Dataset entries
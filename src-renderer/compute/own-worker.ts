/** Lets only scripts of the program's own origin become workers, as the page's policy demands. */
interface WorkerPolicy {
  createScriptURL(url: string): string;
}

interface PolicyMaker {
  createPolicy(name: string, rules: WorkerPolicy): WorkerPolicy;
}

function ownScript(url: string): string {
  const resolved = new URL(url, window.location.href);
  if (resolved.origin !== window.location.origin) throw new TypeError('a worker of another origin');
  return resolved.href;
}

let policy: WorkerPolicy | null = null;

/** Starts a module worker from a built script of the program. */
export function startWorker(url: string): Worker {
  const maker = (window as unknown as { readonly trustedTypes?: PolicyMaker }).trustedTypes;
  policy ??= maker?.createPolicy('normloom-worker', { createScriptURL: ownScript }) ?? { createScriptURL: ownScript };
  return new Worker(policy.createScriptURL(url), { type: 'module' });
}
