import { expect, test } from 'playwright/test';
import { complaintsOf, expectAccessible, expectNoSidewaysScroll, goTo } from './page-checks.ts';
import { Program } from './program.ts';

const STATIONS = ['Cohort', 'Groups', 'Curve', 'Table', 'Sheet', 'Release'];
const SIZES = [
  { width: 1024, height: 700, scheme: 'light' },
  { width: 1440, height: 900, scheme: 'light' },
  { width: 1280, height: 800, scheme: 'dark' },
] as const;

let program: Program;

test.beforeEach(async () => {
  program = await Program.inNewHome();
});

test.afterEach(async () => {
  await program.end();
});

for (const { width, height, scheme } of SIZES) {
  test(`every station at ${width}×${height}, ${scheme}`, async ({ page }) => {
    const complaints = complaintsOf(page);
    await page.setViewportSize({ width, height });
    await page.emulateMedia({ colorScheme: scheme });
    await page.goto(await program.start());
    const shot = (name: string): Promise<unknown> =>
      page.screenshot({ path: `.cache/journey-pictures/${name.toLowerCase()}-${width}-${scheme}.png` });
    await expect(page.getByRole('heading', { name: 'Normloom' })).toBeVisible();
    await expectAccessible(page);
    await shot('Start');
    await page.getByRole('button', { name: 'Open the sample cohort' }).click();
    for (const station of STATIONS) {
      await goTo(page, station);
      if (station === 'Table') await page.getByRole('button', { name: /^percentile rank .*, raw score 24$/ }).click();
      if (station === 'Sheet') await expect(page.getByText(/^page 1 of \d+$/)).toBeVisible({ timeout: 30_000 });
      await page.waitForTimeout(400);
      await expectNoSidewaysScroll(page);
      await expectAccessible(page);
      await shot(station);
    }
    expect(complaints).toEqual([]);
  });
}
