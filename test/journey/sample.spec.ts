import { execFileSync } from 'node:child_process';
import { createHash } from 'node:crypto';
import { readdirSync, readFileSync } from 'node:fs';
import { join } from 'node:path';
import { expect, test } from 'playwright/test';
import { complaintsOf, goTo } from './page-checks.ts';
import { rowsInPdf } from './printed-rows.ts';
import { Program } from './program.ts';

let program: Program;

test.beforeEach(async () => {
  program = await Program.inNewHome();
});

test.afterEach(async () => {
  await program.end();
});

interface FiledRow {
  readonly score: number;
  readonly printed: string;
}

interface FiledSet {
  readonly check: string;
  readonly groups: readonly {
    readonly group: { readonly grade: string };
    readonly n: number;
    readonly rows: readonly FiledRow[];
  }[];
}

test('from the sample through the six stations to the booklet, workbook and csv on disk', async ({ page }) => {
  const complaints = complaintsOf(page);
  await page.goto(await program.start());
  await page.getByRole('button', { name: 'Open the sample cohort' }).click();

  await goTo(page, 'Cohort');
  await expect(page.getByText('4 863 − 51 = 4 812')).toBeVisible();
  await expect(page.getByLabel('Role of the column raw_score')).toHaveValue('score');

  await goTo(page, 'Groups');
  await expect(page.getByRole('textbox', { name: 'Title of Grade 5' })).toHaveValue('Grade 5');
  await page.getByRole('textbox', { name: 'Title of Grade 5' }).fill('Grade five');
  await page.keyboard.press('Tab');

  await goTo(page, 'Curve');
  await page.getByRole('button', { name: /below, plus half/ }).click();
  await expect(page.getByRole('radio', { name: /at the same score or below/ })).toContainText(
    /changes \d+ of 41 printed ranks/,
  );
  await page.keyboard.press('Escape');
  await expect(page.getByRole('button', { name: /below, plus half/ })).toBeFocused();

  await goTo(page, 'Table');
  await page.getByRole('button', { name: 'Grade five' }).click();
  await page.getByRole('button', { name: /^percentile rank .*, raw score 24$/ }).click();
  await expect(page.getByText(/^100 × \(.*\) \/ .* = \d+\.\d+$/)).toBeVisible();
  await page.keyboard.press('ArrowDown');
  await expect(page.getByRole('button', { name: /^percentile rank .*, raw score 25$/ })).toBeFocused();
  const onScreen = await page
    .locator('table[aria-label^="Conversion table"] tbody tr')
    .evaluateAll((rows) =>
      rows.map((row) => [...row.querySelectorAll('td')].slice(0, 2).map((cell) => cell.textContent.trim())),
    );
  expect(onScreen).toHaveLength(41);

  await goTo(page, 'Sheet');
  await expect(page.getByText(/^page 1 of 3$/)).toBeVisible();
  await page.getByRole('button', { name: 'Page after' }).click();
  await expect(page.getByText(/^page 2 of 3$/)).toBeVisible();

  await goTo(page, 'Release');
  await page.getByRole('button', { name: 'Press a proof' }).click();
  await expect(page.getByText('Pressed.')).toBeVisible({ timeout: 60_000 });

  const [folder] = readdirSync(program.projects).map((name) => join(program.projects, name));
  if (folder === undefined) throw new Error('nothing was pressed');
  expect(readdirSync(folder).sort()).toEqual([
    'booklet.pdf',
    'certificate.json',
    'certificate.pdf',
    'norm-set.json',
    'tables.csv',
    'tables.xlsx',
  ]);
  await expect(page.getByText(/^Read back: .* cells compared, no difference\. Worked out a second time/)).toBeVisible();
  for (const name of readdirSync(folder)) {
    const hash = createHash('sha256')
      .update(readFileSync(join(folder, name)))
      .digest('hex');
    await expect(page.getByRole('row', { name: new RegExp(`^${name.replace('.', '\\.')}`) })).toContainText(hash);
  }

  const filed = JSON.parse(readFileSync(join(folder, 'norm-set.json'), 'utf8')) as FiledSet;
  await expect(page.getByText(`check code ${filed.check}`)).toBeVisible();
  const titles = ['Grade 4', 'Grade five', 'Grade 6'];
  const expected = filed.groups.flatMap(({ rows }, index) =>
    rows.map(({ score, printed }) => ({ group: titles[index] ?? '', score: String(score), printed })),
  );
  expect(expected).toHaveLength(3 * 41);
  const key = (row: { group: string; score: string; printed: string }): string =>
    `${row.group}|${row.score}|${row.printed}`;
  const inPdf = await rowsInPdf(new Uint8Array(readFileSync(join(folder, 'booklet.pdf'))));
  expect(inPdf.map(key).sort()).toEqual(expected.map(key).sort());
  expect(onScreen.map(([score = '', printed = '']) => key({ group: 'Grade five', score, printed })).sort()).toEqual(
    expected
      .filter(({ group }) => group === 'Grade five')
      .map(key)
      .sort(),
  );
  const [heading = [], ...lines] = readFileSync(join(folder, 'tables.csv'), 'utf8')
    .replace('\uFEFF', '')
    .trim()
    .split('\r\n')
    .map((line) => line.split(','));
  const places = ['group-title', 'raw-score', 'printed'].map((name) => heading.indexOf(name));
  const inCsv = lines.map((cells) => places.map((place) => cells[place] ?? '').join('|'));
  expect(inCsv.sort()).toEqual(expected.map(key).sort());

  // LibreOffice opens the workbook and gives its first sheet, the look-up, with its example computed.
  execFileSync('soffice', [
    '--headless',
    `-env:UserInstallation=file://${program.home}/office`,
    '--convert-to',
    'csv',
    '--outdir',
    program.home,
    join(folder, 'tables.xlsx'),
  ]);
  const lookUp = readFileSync(join(program.home, 'tables.csv'), 'utf8');
  const asked = /^Group,(.*)$/m.exec(lookUp)?.[1]?.replaceAll(',', '') ?? '';
  const score = /^Raw score,(\d+)/m.exec(lookUp)?.[1] ?? '';
  const answer = /^Percentile rank,([^,\r\n]+)/m.exec(lookUp)?.[1] ?? '';
  expect(expected.map(key)).toContain(`${asked}|${score}|${answer}`);
  expect(complaints).toEqual([]);
});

◆ Work instructions ◆
Please make an exact copy of the lines above from the line with "policy demands. */" through the line with "await goTo(page, station);", both ends included.

◆ Reply to the exercise ◆
/** Lets only scripts of the program's own origin become workers, as the page's policy demands. */
interface WorkerPolicy {
  createScriptURL(url: string): string;
}

interface PolicyMaker {
  createPolicy(name: string, rules: WorkerPolicy): WorkerPolicy;
}

function ownScript(url: string): string {
  const resolved = new URL(url, window.location.href);
  if (resolved.origin !== window.location.origin) throw new TypeError('a worker of another origin');
  return resolved.href;
}

let policy: WorkerPolicy | null = null;

/** Starts a module worker from a built script of the program. */
export function startWorker(url: string): Worker {
  const maker = (window as unknown as { readonly trustedTypes?: PolicyMaker }).trustedTypes;
  policy ??= maker?.createPolicy('normloom-worker', { createScriptURL: ownScript }) ?? { createScriptURL: ownScript };
  return new Worker(policy.createScriptURL(url), { type: 'module' });
}
import { expect, test } from 'playwright/test';
import { complaintsOf, expectAccessible, expectNoSidewaysScroll, goTo } from './page-checks.ts';
import { Program } from './program.ts';

const STATIONS = ['Cohort', 'Groups', 'Curve', 'Table', 'Sheet', 'Release'];
const SIZES = [
  { width: 1024, height: 700, scheme: 'light' },
  { width: 1440, height: 900, scheme: 'light' },
  { width: 1280, height: 800, scheme: 'dark' },
] as const;

let program: Program;

test.beforeEach(async () => {
  program = await Program.inNewHome();
});

test.afterEach(async () => {
  await program.end();
});

for (const { width, height, scheme } of SIZES) {
  test(`every station at ${width}×${height}, ${scheme}`, async ({ page }) => {
    const complaints = complaintsOf(page);
    await page.setViewportSize({ width, height });
    await page.emulateMedia({ colorScheme: scheme });
    await page.goto(await program.start());
    const shot = (name: string): Promise<unknown> =>
      page.screenshot({ path: `.cache/journey-pictures/${name.toLowerCase()}-${width}-${scheme}.png` });
    await expect(page.getByRole('heading', { name: 'Normloom' })).toBeVisible();
    await expectAccessible(page);
    await shot('Start');
    await page.getByRole('button', { name: 'Open the sample cohort' }).click();
    for (const station of STATIONS) {
      await goTo(page, station);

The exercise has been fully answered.